Enough about the robot, though: How does the record sound? Awesome. For someone who loves Pharoah Sanders' free jazz but also the strict march of a clave, Roza Cruz satisfies on both fronts. If the muse that delivered Down on the Corner to Miles Davis had missed him by a hemisphere and hit Peru in 1972, Rosa Cruz might well have been the result.

Its opener, “Bienvenida,” lays out how it’s going to go: a steady walk that the guitars and Rhodes just aren’t going to respect. Pound though they might with a propulsive beat, the jam never turns all that harsh. All the same, the turbulence makes the flickers of big generous melody that start descending around the three-minute mark all the sweeter. A spy movie suspense lurks under all.

The second track opens with dissonance and lurching bass only to open up in the “Abra” section loosening into a soothing spaced-out, reggaeton-inflected jam, one of my favorite moments on the record.
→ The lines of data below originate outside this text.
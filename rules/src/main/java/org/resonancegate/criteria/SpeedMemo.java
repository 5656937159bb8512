package org.resonancegate.criteria;

import java.util.Arrays;

/**
 * Remembers one value per running speed, keyed by the speed's exact bits (open addressing on
 * primitive keys): a sweep asks for hundreds of speeds per criterion, and a boxed map spent more
 * on hashing {@code Double}s than the responses cost. Beyond a limit it starts afresh (it only
 * saves time). One memo is used by one thread.
 */
final class SpeedMemo<V> {

    private static final int LIMIT = 50_000;

    private long[] keys = new long[256];
    private Object[] values = new Object[256];
    private int size;

    /** The value remembered for {@code speed}, or {@code null} when there is none. */
    @SuppressWarnings("unchecked")
    V get(double speed) {
        long key = Double.doubleToLongBits(speed);
        int mask = keys.length - 1;
        for (int i = slot(key, mask); values[i] != null; i = (i + 1) & mask) {
            if (keys[i] == key) {
                return (V) values[i];
            }
        }
        return null;
    }

    void put(double speed, V value) {
        if (size >= LIMIT) {
            Arrays.fill(values, null);
            size = 0;
        }
        if (2 * (size + 1) > keys.length) {
            grow();
        }
        insert(Double.doubleToLongBits(speed), value);
    }

    private void insert(long key, Object value) {
        int mask = keys.length - 1;
        int i = slot(key, mask);
        while (values[i] != null) {
            if (keys[i] == key) {
                values[i] = value;
                return;
            }
            i = (i + 1) & mask;
        }
        keys[i] = key;
        values[i] = value;
        size++;
    }

    private void grow() {
        long[] oldKeys = keys;
        Object[] oldValues = values;
        keys = new long[oldKeys.length * 2];
        values = new Object[oldValues.length * 2];
        size = 0;
        for (int i = 0; i < oldKeys.length; i++) {
            if (oldValues[i] != null) {
                insert(oldKeys[i], oldValues[i]);
            }
        }
    }

    private static int slot(long key, int mask) {
        long h = key * 0x9E3779B97F4A7C15L; // Fibonacci hashing spreads nearby speeds
        return (int) (h >>> 40) & mask;
    }
}
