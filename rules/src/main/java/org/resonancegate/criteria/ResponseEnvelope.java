package org.resonancegate.criteria;

import java.util.ArrayList;
import java.util.List;
import org.apache.commons.math3.complex.Complex;
import org.resonancegate.dynamics.Drive;
import org.resonancegate.dynamics.Response;

/**
 * The combined response of all excitations over the speed range, for one response quantity and
 * one way of combining: component by component the excitations are combined (phasors at a shared
 * frequency; peak arithmetically or rms as root sum of squares across frequencies), the largest
 * component counts, and the worst running speed is found by {@link SpeedSweep}.
 */
final class ResponseEnvelope {

    /** Which response quantity is judged. */
    enum Quantity {
        DISPLACEMENT, VELOCITY, ELEMENT_FORCE
    }

    /** How the excitations are combined, and the factor on the result (2 for peak-to-peak). */
    enum Measure {
        PEAK(1), PEAK_TO_PEAK(2), RMS(1);

        final double factor;

        Measure(double factor) {
            this.factor = factor;
        }
    }

    /**
     * The worst point found.
     *
     * @param speed          running speed (rad/s)
     * @param value          the combined value there
     * @param omega          the dominant excitation frequency there (rad/s)
     * @param frequencies    how many distinct frequencies contribute
     * @param speedDependent whether any contribution moves with the running speed
     */
    record Worst(double speed, double value, double omega, int frequencies, boolean speedDependent) {
    }

    private ResponseEnvelope() {
    }

    static Worst worst(RuleContext ctx, Quantity quantity, Measure measure, String what) {
        if (!ctx.hasDrives()) {
            throw new CriterionProblem(what + " needs a force, unbalance or base-motion excitation; "
                    + "the spec lists only order-only ones. Add one, or remove the criterion");
        }
        SpeedSweep.Peak peak = ctx.fixedSpeed()
                ? new SpeedSweep.Peak(ctx.minSpeed(), CriterionProblem.requireFinite(
                valueAt(ctx, quantity, measure, ctx.minSpeed()), what))
                : SpeedSweep.maximise(s -> valueAt(ctx, quantity, measure, s), ctx.minSpeed(), ctx.maxSpeed(),
                ctx.specialSpeeds(), what);
        List<Combination.Contribution> governing = governingComponent(ctx, quantity, measure, peak.speed());
        boolean moves = ctx.drivesAt(peak.speed()).stream().anyMatch(Drive::speedDependent);
        return new Worst(peak.speed(), peak.value(), Combination.dominantOmega(governing),
                Combination.groups(governing).size(), moves);
    }

    static double valueAt(RuleContext ctx, Quantity quantity, Measure measure, double speed) {
        double worst = 0;
        for (List<Combination.Contribution> component : components(ctx, quantity, speed)) {
            worst = Math.max(worst, combine(component, measure));
        }
        return worst;
    }

    private static double combine(List<Combination.Contribution> component, Measure measure) {
        double v = measure == Measure.RMS ? Combination.rms(component) : Combination.peak(component);
        return measure.factor * v;
    }

    private static List<Combination.Contribution> governingComponent(RuleContext ctx, Quantity quantity,
                                                                     Measure measure, double speed) {
        List<List<Combination.Contribution>> all = components(ctx, quantity, speed);
        List<Combination.Contribution> best = all.get(0);
        double bestValue = combine(best, measure);
        for (List<Combination.Contribution> c : all) {
            double v = combine(c, measure);
            if (v > bestValue && !Ties.same(v, bestValue)) {
                best = c;
                bestValue = v;
            }
        }
        return best;
    }

    /** Per response component, each excitation's complex amplitude of the quantity. */
    private static List<List<Combination.Contribution>> components(RuleContext ctx, Quantity quantity,
                                                                   double speed) {
        List<List<Combination.Contribution>> out = new ArrayList<>();
        for (Drive d : ctx.drivesAt(speed)) {
            Response r = ctx.system().respond(d.load(), d.omega());
            List<Complex> values = switch (quantity) {
                case DISPLACEMENT -> r.displacements();
                case VELOCITY -> r.displacements().stream().map(x -> x.multiply(new Complex(0, d.omega()))).toList();
                case ELEMENT_FORCE -> r.elementForces();
            };
            for (int j = 0; j < values.size(); j++) {
                if (out.size() <= j) {
                    out.add(new ArrayList<>());
                }
                Complex v = values.get(j);
                if (v.isNaN() || v.isInfinite()) {
                    throw new CriterionProblem("numerical trouble: the response to '" + d.source().name() + "' at "
                            + Display.rpm(speed) + " came out as " + v
                            + "; check that mass, stiffness and damping are positive and that damping is not zero");
                }
                out.get(j).add(new Combination.Contribution(d.omega(), v));
            }
        }
        return out;
    }
}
If there’s a musical logic that’s bigger than that of Latin America or the Western world, you could probably sum it up as “tension and release,” and La Mecánica Popular understands that the more of the former, the better the latter, which is why this track takes six minutes to grind you down and allows another seven to let you go.

At the end of the album, on “Dividuacion,” one polyrhythm finally lopes up and overtakes the rest—the drum solo the robot wrote for itself, perhaps while dreaming of mechanical royalties.